The trencito, a tram with no walls and packed full of people, runs from Las Flores to the end of a surprisingly long breakwater that demarcates the last stretch of the Magdalena and at some points, its tracks are barely wider than the distance between the river and the sea. About a kilometre from the end of the breakwater, the trencito arrives at a group of huts selling drinks, fruit and fish, and you have to walk over a kilometre of rocks past groups of fishermen to get the end. Obviously the rocky terrain wasn’t ideal for the flip flops that most of us were wearing, and it took longer than our allotted hour to get back to the trencito stop.

To the end of the breakwater. The Caribbean on the left, the Magdalena on the right.

The end of the breakwater looking back towards Barranquilla.

Fishermen fishing in the Caribbean.

Me at the end of the breakwater. Badly shod and concentrating more on not being blown off by the wind than having my photo taken.

We sat down with ice creams to hide from the sun that had already taken its toll on all of us, and on me most, and to wait out the hour for the trencito to come back, which we’d been told would take us back towards Barranquilla.
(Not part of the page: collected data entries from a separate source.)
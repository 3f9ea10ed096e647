import fc from "fast-check";
import type { Estimate } from "kinetics-core/quantities";
import { randomDraws } from "kinetics-core/random";
import { nineRecipes, type Scenario, simulateRuns } from "kinetics-core/simulation";
import { placesNotFinite } from "kinetics-core/testing";
import { describe, expect, it } from "vitest";
import { fitRateLaw } from "./fit-rate-law";
import type { RateLawFit, RateLawInput, RateLawRun } from "./rate-law";

fc.configureGlobal({ seed: 1850 });

/** Studies of every kind that a fit meets: even and uneven errors, shared stocks, pipetting, blocks, held orders. */
const study: fc.Arbitrary<RateLawInput> = fc
  .record({
    seed: fc.nat(),
    orders: fc.tuple(
      fc.double({ min: -1, max: 2.5, noNaN: true }),
      fc.double({ min: -1, max: 2.5, noNaN: true }),
    ),
    logRateConstant: fc.double({ min: -12, max: 5, noNaN: true }),
    scatter: fc.constantFrom(0, 0.01, 0.05),
    errors: fc.constantFrom(0, 0.01, 0.08, 0.25),
    pipetting: fc.constantFrom(0, 0.005),
    sharedStock: fc.boolean(),
    hasBlocks: fc.boolean(),
    held: fc.boolean(),
  })
  .map((one) => {
    const scenario: Scenario = {
      species: ["A", "B"],
      orders: one.orders,
      rateConstant: Math.exp(one.logRateConstant),
      recipes: nineRecipes,
      scatter: one.scatter,
      rateErrors: nineRecipes.map((_, j) => one.errors * (1 + (j % 3))),
      pipetting: one.pipetting,
      shared: one.sharedStock
        ? [
            { species: ["A"], relative: 0.01 },
            { species: [], onRate: true, relative: 0.02 },
          ]
        : [],
      ...(one.hasBlocks ? { blocks: nineRecipes.map((_, j) => `day ${j % 2}`), blockScatter: 0.02 } : {}),
    };
    const input = simulateRuns(scenario, randomDraws(one.seed).normal);
    return one.held ? { ...input, orders: { B: 1 } } : input;
  });

function fitted(input: RateLawInput): RateLawFit {
  const result = fitRateLaw(input);
  if (result.status !== "fitted") throw new Error(result.message);
  return result;
}

describe("a change of units", () => {
  const factor = fc.integer({ min: -6, max: 6 }).map((power) => 10 ** power);

  it("of concentration moves k as its unit says, and nothing else", () => {
    fc.assert(
      fc.property(study, factor, (input, scale) => {
        const before = fitted(input);
        const after = fitted(scaled(input, scale, scale));
        expectSameOrders(after, before);
        const overall = Object.values(before.orders).reduce(
          (sum, { estimate }) => sum + (estimate ?? Number.NaN),
          0,
        );
        expectMoved(after.logRateConstant, before.logRateConstant, (1 - overall) * Math.log(scale), null);
        expectMoved(logOf(after.centre.rate), logOf(before.centre.rate), Math.log(scale), 1e-7);
      }),
      { numRuns: 8 },
    );
  });

  it("of time moves k by its factor, with the same uncertainty", () => {
    fc.assert(
      fc.property(study, factor, (input, scale) => {
        const before = fitted(input);
        const after = fitted(scaled(input, 1, scale));
        expectSameOrders(after, before);
        expectMoved(after.logRateConstant, before.logRateConstant, Math.log(scale), 1e-7);
        expect(after.budget.map(({ source }) => source)).toEqual(before.budget.map(({ source }) => source));
      }),
      { numRuns: 8 },
    );
  });
});

describe("the order in which runs and species stand", () => {
  it("changes nothing", () => {
    fc.assert(
      fc.property(study, fc.nat(), (input, seed) => {
        const draws = randomDraws(seed);
        const runs = shuffled(input.runs, draws.whole);
        const before = fitted(input);
        const after = fitted({ ...input, runs });
        expectSameOrders(after, before);
        expectMoved(after.logRateConstant, before.logRateConstant, 0, 1e-7);
        expect(after.flags.map(({ code }) => code).toSorted()).toEqual(
          before.flags.map(({ code }) => code).toSorted(),
        );
        const turned = fitted({ ...input, species: input.species.toReversed() });
        expectSameOrders(turned, before);
        expectMoved(turned.logRateConstant, before.logRateConstant, 0, 1e-7);
      }),
      { numRuns: 8 },
    );
  });
});

describe("whatever is given", () => {
  const number = fc.oneof(
    { weight: 4, arbitrary: fc.double({ min: 1e-6, max: 10, noNaN: true }) },
    { weight: 1, arbitrary: fc.double() },
    {
      weight: 1,
      arbitrary: fc.constantFrom(0, -0, -1, 1e-320, 1e-300, 1e300, Number.NaN, Number.POSITIVE_INFINITY),
    },
  );
  const name = fc.constantFrom("A", "B", "constructor", "__proto__", "");
  const run: fc.Arbitrary<RateLawRun> = fc.record(
    {
      label: fc.constantFrom("R01", "R02", "R03", "R04", "R05"),
      concentrations: fc.dictionary(name, number),
      rate: number,
      rateStandardError: number,
      relativeUncertainty: fc.dictionary(name, number),
      block: fc.constantFrom("Monday", "Tuesday"),
      mixture: fc.constantFrom("M1", "M2"),
    },
    { requiredKeys: ["label", "concentrations", "rate"] },
  );
  const anything: fc.Arbitrary<RateLawInput> = fc.record(
    {
      species: fc.uniqueArray(name, { maxLength: 4 }),
      runs: fc.array(run, { maxLength: 12 }),
      orders: fc.dictionary(
        name,
        fc.oneof(fc.constant("free" as const), fc.constantFrom(0, 1, 2, -1), number),
      ),
      shared: fc.array(
        fc.record(
          {
            species: fc.array(name, { maxLength: 3 }),
            relative: number,
            onRate: fc.boolean(),
            runs: fc.array(fc.constantFrom("R01", "R02", "R09")),
          },
          { requiredKeys: ["species", "relative"] },
        ),
        { maxLength: 3 },
      ),
      temperatureRelative: fc.constantFrom(0, 0.01),
    },
    { requiredKeys: ["species", "runs"] },
  );

  it("no number comes back that is none, and a failure says what was found", () => {
    const statuses = new Set<string>();
    fc.assert(
      fc.property(anything, (input) => {
        const result = fitRateLaw(input);
        statuses.add(result.status);
        expect(placesNotFinite(result)).toEqual([]);
        if (result.status !== "fitted") expect(result.message).toMatch(/^\p{L}.{20,}\.$/u);
        for (const { code, message } of result.flags) {
          expect(code).toMatch(/^[a-z]+(-[a-z]+)*$/);
          expect(message).toMatch(/\.$/);
          expect(message).not.toMatch(/NaN|Infinity|undefined|null/);
        }
      }),
      { numRuns: 150 },
    );
    expect([...statuses]).toEqual(expect.arrayContaining(["fitted", "no-positive-rates", "no-species"]));
  });
});

describe("settings that are none", () => {
  const input = simulateRuns(
    {
      species: ["A", "B"],
      orders: [1, 1],
      rateConstant: 1,
      recipes: nineRecipes,
      scatter: 0,
      rateErrors: [],
    },
    () => 0,
  );
  it.each([
    [{ level: 1 }, "level is 1; a confidence level lies between 0 and 1"],
    [{ level: Number.NaN }, "level is NaN; a confidence level lies between 0 and 1"],
    [
      { temperatureRelative: Number.POSITIVE_INFINITY },
      "temperatureRelative is Infinity; a relative uncertainty is 0 or more",
    ],
  ])("%o is a programmer's error", (settings, message) => {
    expect(() => fitRateLaw({ ...input, ...settings })).toThrow(new RangeError(message));
  });

  it.each<[string, Partial<RateLawInput>, string]>([
    ["a rate", { runs: input.runs.map((run) => ({ ...run, rate: 1e40 })) }, "The rate of R01 is "],
    ["an order", { orders: { A: 1e5 } }, "The order of A is held at "],
    [
      "a shared error",
      { shared: [{ species: ["A"], relative: 1e9 }] },
      "A shared error has the relative uncertainty ",
    ],
    [
      "a relative uncertainty",
      { runs: input.runs.map((run) => ({ ...run, relativeUncertainty: { B: 1e7 } })) },
      "The relative uncertainty of B in R01 is ",
    ],
  ])("%s beyond all sizes is refused by name", (_, part, start) => {
    const result = fitRateLaw({ ...input, ...part });
    expect(result).toMatchObject({ status: "beyond-precision", message: expect.stringContaining(start) });
  });
});

/** `amount`: of everything in concentration; `rate`: of rates and their errors. */
function scaled(input: RateLawInput, amount: number, rate: number): RateLawInput {
  return {
    ...input,
    runs: input.runs.map((run) => ({
      ...run,
      concentrations: Object.fromEntries(
        Object.entries(run.concentrations).map(([name, c]) => [name, c * amount]),
      ),
      rate: run.rate * rate,
      ...(run.rateStandardError === undefined ? {} : { rateStandardError: run.rateStandardError * rate }),
    })),
  };
}

function shuffled<T>(items: readonly T[], whole: (below: number) => number): readonly T[] {
  const left = [...items];
  return items.flatMap(() => left.splice(whole(left.length), 1));
}

function expectSameOrders(after: RateLawFit, before: RateLawFit): void {
  for (const [name, order] of Object.entries(before.orders)) expectMoved(after.orders[name], order, 0, 1e-7);
}

/** `tolerance` of the standard error, relative; null where it changes by design. */
function expectMoved(
  after: Estimate | undefined,
  before: Estimate,
  by: number,
  tolerance: number | null,
): void {
  expect(Math.abs((after?.estimate ?? Number.NaN) - (before.estimate ?? Number.NaN) - by)).toBeLessThan(1e-7);
  if (tolerance === null) return;
  const error = before.standardError;
  if (error === null || after?.standardError === null) expect(after?.standardError).toBe(error);
  else
    expect(Math.abs((after?.standardError ?? Number.NaN) - error)).toBeLessThanOrEqual(
      tolerance * error + 1e-12,
    );
}

function logOf({ estimate, standardError, interval, level }: Estimate): Estimate {
  const value = estimate ?? Number.NaN;
  return {
    estimate: Math.log(value),
    standardError: standardError === null ? null : standardError / value,
    interval,
    level,
  };
}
What we hadn’t been told was that when the trencito arrives, you need to fight your way on and people with blunter elbows have to wait for the next train. While this was happening, we were in one of the huts buying something to drink and turned round to see a mass of people trying to fighting to get onto the trencito. We didn’t fight.

A happier moment: we thought it was nearly lunchtime.

Posing at the end of the breakwater.

Fighting to get onto the carro.

Left at what was coming to feel like the middle of nowhere, we sat again and got to know a neighbouring family’s conspiracy theories that what were now called carros (cars), rather than the too cutesy-sounding trencito, were stopping at the beach about five kilometres away, picking up new passengers there and heading back to Las Flores laughing over their dishonest gains – and leaving us high and dry at the end of a breakwater.

A ship coming into Barranquilla.

After a failed attempt to walk to the beach, the carro arrived again and this time we knew we had a fight on our hands: from the moment the carro came to a stop, my hand wasn’t letting go of it. And we were on our way with cries of “¡Ladrones!” and “¡Rateros!” (“Thieves!”) from our conspiracy theorist friends. Just as the sun was setting, we were heading off to lunch.

Fisherman at the Bocas de Ceniza.

Fisherman at the Bocas de Ceniza.

Fisherman at the Bocas de Ceniza.

Fishermen at the Bocas de Ceniza.

Fishermen at the Bocas de Ceniza.

Fisherman at the Bocas de Ceniza.

Fishermen at the Bocas de Ceniza taking a break with domino.